While playing a game of billiards, your 0.50 kg cue ball, travelling at 1.9 m/s, glances off a stationary 0.30 kg billiard ball so that the billiard ball moves off at 1.3 m/s at an angle of 32º clockwise from the cue ball’s original path. What is the final speed of the cue ball?
my bad i messed up the real answer i got is v= 1.3 m/s
i got .41 m/s
To solve this problem, we can apply the law of conservation of momentum. According to this law, the total momentum before the collision should be equal to the total momentum after the collision.
We can start by calculating the momentum of the cue ball before the collision. Momentum (p) is given by the equation:
p = mass × velocity
Given that the mass of the cue ball (m1) is 0.50 kg and its velocity (v1) is 1.9 m/s, we can calculate its momentum:
p1 = m1 × v1
= 0.50 kg × 1.9 m/s
= 0.95 kg·m/s
Next, we can calculate the momentum of the billiard ball after the collision. We know that it moves off at a velocity of 1.3 m/s at an angle of 32º clockwise from the cue ball's original path. We can break down this velocity into horizontal and vertical components.

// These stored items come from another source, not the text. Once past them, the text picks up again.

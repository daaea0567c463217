package terrain

import (
	"context"
	"errors"
	"log/slog"
	"os"
	"path/filepath"
	"sync"
	"sync/atomic"
	"testing"
	"time"

	"github.com/google/go-cmp/cmp"

	"ridgehop/internal/raster"
	"ridgehop/profile"
)

// liveFolder is a Live over a folder.
func liveFolder(t testing.TB, folder string) *Live {
	t.Helper()
	gdal := raster.NewGDAL()
	live, err := NewLive(context.Background(), func(ctx context.Context, previous *Terrain) (*Terrain, error) {
		return Load(ctx, gdal, []string{folder}, Options{Previous: previous}, slog.New(slog.DiscardHandler))
	})
	must(t, err)
	t.Cleanup(live.Close)
	return live
}

func TestReload(t *testing.T) {
	folder := gridsOf(t, map[string]grid{"a.asc": square(20, 10, constant(1)), "b.asc": square(40, 90, constant(5)), "c.asc": square(40, 200, constant(9))})
	live := liveFolder(t, folder)
	path := pathOf(t, metresFrom(t, live.current.Terrain)(-50, 3), metresFrom(t, live.current.Terrain)(50, -3))
	read := func() *profile.Profile {
		var p profile.Profile
		must(t, live.Sample(context.Background(), path, profile.Sampling{}, &p))
		return &p
	}
	before := read()
	square(20, 10, constant(2)).write(t, folder, "a.asc")
	must(t, os.Chtimes(filepath.Join(folder, "a.asc"), longAgo(), longAgo()))
	square(20, 5, constant(3)).write(t, folder, "new.asc")
	must(t, os.Remove(filepath.Join(folder, "c.asc")))
	changes, err := live.Reload(context.Background())
	must(t, err)
	if diff := cmp.Diff(profile.RasterChanges{Added: []string{"new.asc"}, Removed: []string{"c.asc"}, Changed: []string{"a.asc"}}, changes); diff != "" {
		t.Errorf("changes (-want +got):\n%s", diff)
	}
	if after := read(); before.GroundM[0] != 1 || after.GroundM[len(after.GroundM)/2] != 3 {
		t.Errorf("got %g before and %g after, want 1 and 3 of the finer raster", before.GroundM[0], after.GroundM[len(after.GroundM)/2])
	}
	// What cannot be loaded leaves what is in use.
	must(t, os.RemoveAll(folder))
	if _, err := live.Reload(context.Background()); err == nil {
		t.Error("a folder that is gone: got no error")
	}
	if live.Usable() != 3 {
		t.Errorf("after a failure: got %d rasters in use, want 3", live.Usable())
	}
}

// Requests under way while the rasters are loaded anew, again and again, are
// answered by one state or the other, none is dropped, and every terrain is
// closed once nobody uses it.
func TestReloadUnderLoad(t *testing.T) {
	folder := t.TempDir()
	square(60, 10, constant(10)).write(t, folder, "a.asc")
	live := liveFolder(t, folder)
	at := metresFrom(t, live.current.Terrain)
	paths := []profile.Path{pathOf(t, at(-250, 3), at(250, -3)), pathOf(t, at(3, 250), at(-3, -250)), pathOf(t, at(-200, -200), at(220, 190))}
	ctx, stop := context.WithCancel(context.Background())
	var answered, wrong atomic.Int64
	var readers sync.WaitGroup
	for k := range 4 {
		readers.Go(func() {
			var p profile.Profile
			for i := k; ctx.Err() == nil; i++ {
				err := live.Sample(context.Background(), paths[i%len(paths)], profile.Sampling{}, &p)
				// While the file is being replaced its own change is an honest error.
				if _, changing := errors.AsType[*profile.UnreadableError](err); changing {
					continue
				}
				height := p.GroundM[0]
				for _, h := range p.GroundM {
					if err != nil || h != height {
						wrong.Add(1)
						break
					}
				}
				answered.Add(1)
			}
		})
	}
	var old []*generation
	for k := range 20 {
		old = append(old, live.current)
		fresh := filepath.Join(t.TempDir(), "x.asc")
		square(60, 10, constant(float64(11+k))).write(t, filepath.Dir(fresh), "x.asc")
		must(t, os.Rename(fresh, filepath.Join(folder, "a.asc")))
		_, err := live.Reload(context.Background())
		must(t, err)
		for enough, deadline := answered.Load()+8, time.Now().Add(5*time.Second); answered.Load() < enough && time.Now().Before(deadline); {
			time.Sleep(time.Millisecond)
		}
	}
	stop()
	readers.Wait()
	for i, g := range old {
		<-g.last
		if n := g.users.Load(); n != 0 {
			t.Errorf("state %d: got %d users, want none", i, n)
		}
	}
	t.Logf("%d answers over 20 reloads", answered.Load())
	if answered.Load() == 0 || wrong.Load() != 0 {
		t.Errorf("got %d answers, %d of them wrong", answered.Load(), wrong.Load())
	}
}

// longAgo is a date in the past, another than that of a file just written.
func longAgo() time.Time { return time.Unix(1_000_000_000, 0) }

The horizontal component of the billiard ball's velocity (v2x) can be found using trigonometry:
v2x = v2 × cos(angle)
= 1.3 m/s × cos(32º)
≈ 1.10 m/s
The vertical component of the billiard ball's velocity (v2y) can also be found using trigonometry:
v2y = v2 × sin(angle)
= 1.3 m/s × sin(32º)
≈ 0.69 m/s
Now, we can calculate the momentum of the billiard ball after the collision:
p2 = mass × velocity
= m2 × (v2x + v2y)
Given that the mass of the billiard ball (m2) is 0.30 kg, we can substitute the values and calculate its momentum.
p2 = 0.30 kg × (1.10 m/s + 0.69 m/s)
≈ 0.57 kg·m/s
According to the conservation of momentum, the total momentum before the collision (p1) should be equal to the total momentum after the collision (p2).
p1 = p2
0.95 kg·m/s = 0.57 kg·m/s
To find the final speed of the cue ball, we need to calculate its final velocity (v1f). We can rearrange the momentum equation to solve for v1f:
p1 = m1 × v1f
Dividing both sides of the equation by m1:
v1f = p1 / m1
= 0.95 kg·m/s / 0.50 kg
= 1.9 m/s
Therefore, the final speed of the cue ball is 1.9 m/s.